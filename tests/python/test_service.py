"""`leeward serve` end to end: real processes, real files, real inotify.

Each test starts the service binary on temporary directories, feeds it GRIB2
files the way a model's delivery does (written in chunks, renamed into place,
one step split over several files, steps out of order, a backlog at once),
and checks what a downstream reader sees. The reference for the products is
`leeward process` on the same files (the same pipeline, run once, in one
process): the service must publish exactly those data, whatever the order
of arrival, the crashes and the restarts. The demo scenario (our own
invented weather, written by `leeward demo --inputs-only`) is the input.
Everything is bounded in time; no test measures speed.
"""

from __future__ import annotations

import hashlib
import json
import os
import random
import signal
import socket
import subprocess
import threading
import time
import urllib.request
from pathlib import Path

import numpy as np
import pytest

from conftest import REPO_ROOT, leeward_bin_path


def fnv1a64_hex(data: bytes) -> str:
    h = 0xCBF29CE484222325
    for b in data:
        h = ((h ^ b) * 0x100000001B3) & 0xFFFFFFFFFFFFFFFF
    return f"{h:016x}"

netCDF4 = pytest.importorskip("netCDF4")

LEVELS_HPA = [1000, 950, 900, 850, 800, 750, 700, 650, 600, 550, 500, 450, 400,
              350, 300, 250, 200, 150, 100, 70, 50]
PATTERN = r"^lwdemo_(?P<cycle>\d{10})_(?P<step>\d{3})(_part\d)?\.grib2$"
DEADLINE_S = 120


def free_port() -> int:
    with socket.socket() as s:
        s.bind(("127.0.0.1", 0))
        return s.getsockname()[1]


def demo_inputs(dest: Path, cycle: str, leads: list[int]) -> list[Path]:
    """The invented scenario's GRIB2 files for one cycle, by our own encoder."""
    subprocess.run(
        [str(leeward_bin_path()), "demo", "--inputs-only", "--dir", str(dest),
         "--cycle", cycle, "--leads", ",".join(str(x) for x in leads)],
        check=True, capture_output=True, timeout=120)
    return [dest / "incoming" / f"lwdemo_{cycle}_{lead:03d}.grib2" for lead in leads]


def messages(data: bytes) -> list[bytes]:
    """Split GRIB2 bytes into messages (octets 9-16: total length, WMO-No. 306 section 0)."""
    out, k = [], 0
    while k < len(data):
        assert data[k:k + 4] == b"GRIB"
        n = int.from_bytes(data[k + 8:k + 16], "big")
        out.append(data[k:k + n])
        k += n
    return out


def deliver_chunked(data: bytes, dest: Path, chunks: int = 4, pause: float = 0.1):
    """Written in place in chunks, like a slow transfer, closed at the end."""
    step = max(1, len(data) // chunks)
    with open(dest, "wb") as f:
        for i in range(0, len(data), step):
            f.write(data[i:i + step])
            f.flush()
            time.sleep(pause)


def deliver_renamed(data: bytes, dest: Path):
    """Written under a hidden temporary name, then renamed into place."""
    tmp = dest.parent / f".{dest.name}.tmp"
    tmp.write_bytes(data)
    os.rename(tmp, dest)


def config_text(root: Path, port: int, extra_service: str = "", extra: str = "") -> str:
    return f"""
[service]
watch_dir = "{root}/in"
out_dir = "{root}/out"
state_dir = "{root}/state"
settle_s = 0.5
scan_interval_s = 1.0
catch_up_hours = 0
metrics_listen = "127.0.0.1:{port}"
step_timeout_s = 600.0
workers = 2
retry_first_s = 0.5
retry_max_s = 2.0
shutdown_grace_s = 20.0
{extra_service}
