//! Isentropic analysis: columns interpolated from isobaric levels to surfaces
//! of constant potential temperature, Ertel PV on those surfaces, and the
//! column-depth form of PV for isentropic layers.
//!
//! In: theta on isobaric levels of increasing pressure (NaN where missing),
//! the level pressures, target surfaces. Out: where each surface lies in each
//! column (pressure, bracketing level and weight), fields interpolated there,
//! PV and layer quantities; NaN where a surface is below the lowest valid
//! level, above the top, or crosses the column in a statically unstable layer.
//! Pure functions: no I/O, no logging.

use std::sync::atomic::{AtomicUsize, Ordering};

use ndarray::{Array2, Array3, ArrayView2, ArrayView3, Axis, Zip};

use super::constants::{CP_DRY, G0, KAPPA, P0, PVU};

/// Why a surface is missing in a column, counted over a whole field.
#[derive(Debug, Clone, Copy, Default, PartialEq, Eq)]
pub struct Gaps {
    /// Columns where the surface lies below the lowest valid level (warmer than the ground, or below ground).
    pub below: usize,
    /// Columns where the surface lies above the top level.
    pub above: usize,
    /// Columns where the first crossing from the top is in a statically unstable or neutral layer.
    pub unstable: usize,
}

/// Where each isentropic surface lies in each column.
pub struct Surfaces {
    /// Target potential temperatures, K.
    pub theta: Vec<f64>,
    /// Index of the upper bracketing level (lower pressure); -1 where missing. Shape (surface, row, column).
    pub upper: Array3<i16>,
    /// Index of the lower bracketing level (higher pressure): the next level below the
    /// upper one that has theta, not always the adjacent one; -1 where missing.
    pub lower: Array3<i16>,
    /// Interpolation weight toward the upper level, in ln theta (0 at the lower level, 1 at the upper).
    pub weight: Array3<f32>,
    /// ln p of the isobaric levels (p in Pa, increasing).
    pub ln_p: Vec<f64>,
    /// Pressure of the surface, Pa (NaN where missing).
    pub pressure: Array3<f32>,
    /// d theta / d p at the surface, K Pa-1, from the pressures of the isentropes
    /// [`STABILITY_HALF_WIDTH`] either side of it (see [`stability_at`]).
    pub dtheta_dp: Array3<f32>,
    /// Missing columns by cause, one entry per surface.
    pub gaps: Vec<Gaps>,
}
· · · · ·
» **Activity**
Show the lines above with "once".

» **Response**
one step split over several files, steps out of order, a backlog at once),
`leeward process` on the same files (the same pipeline, run once, in one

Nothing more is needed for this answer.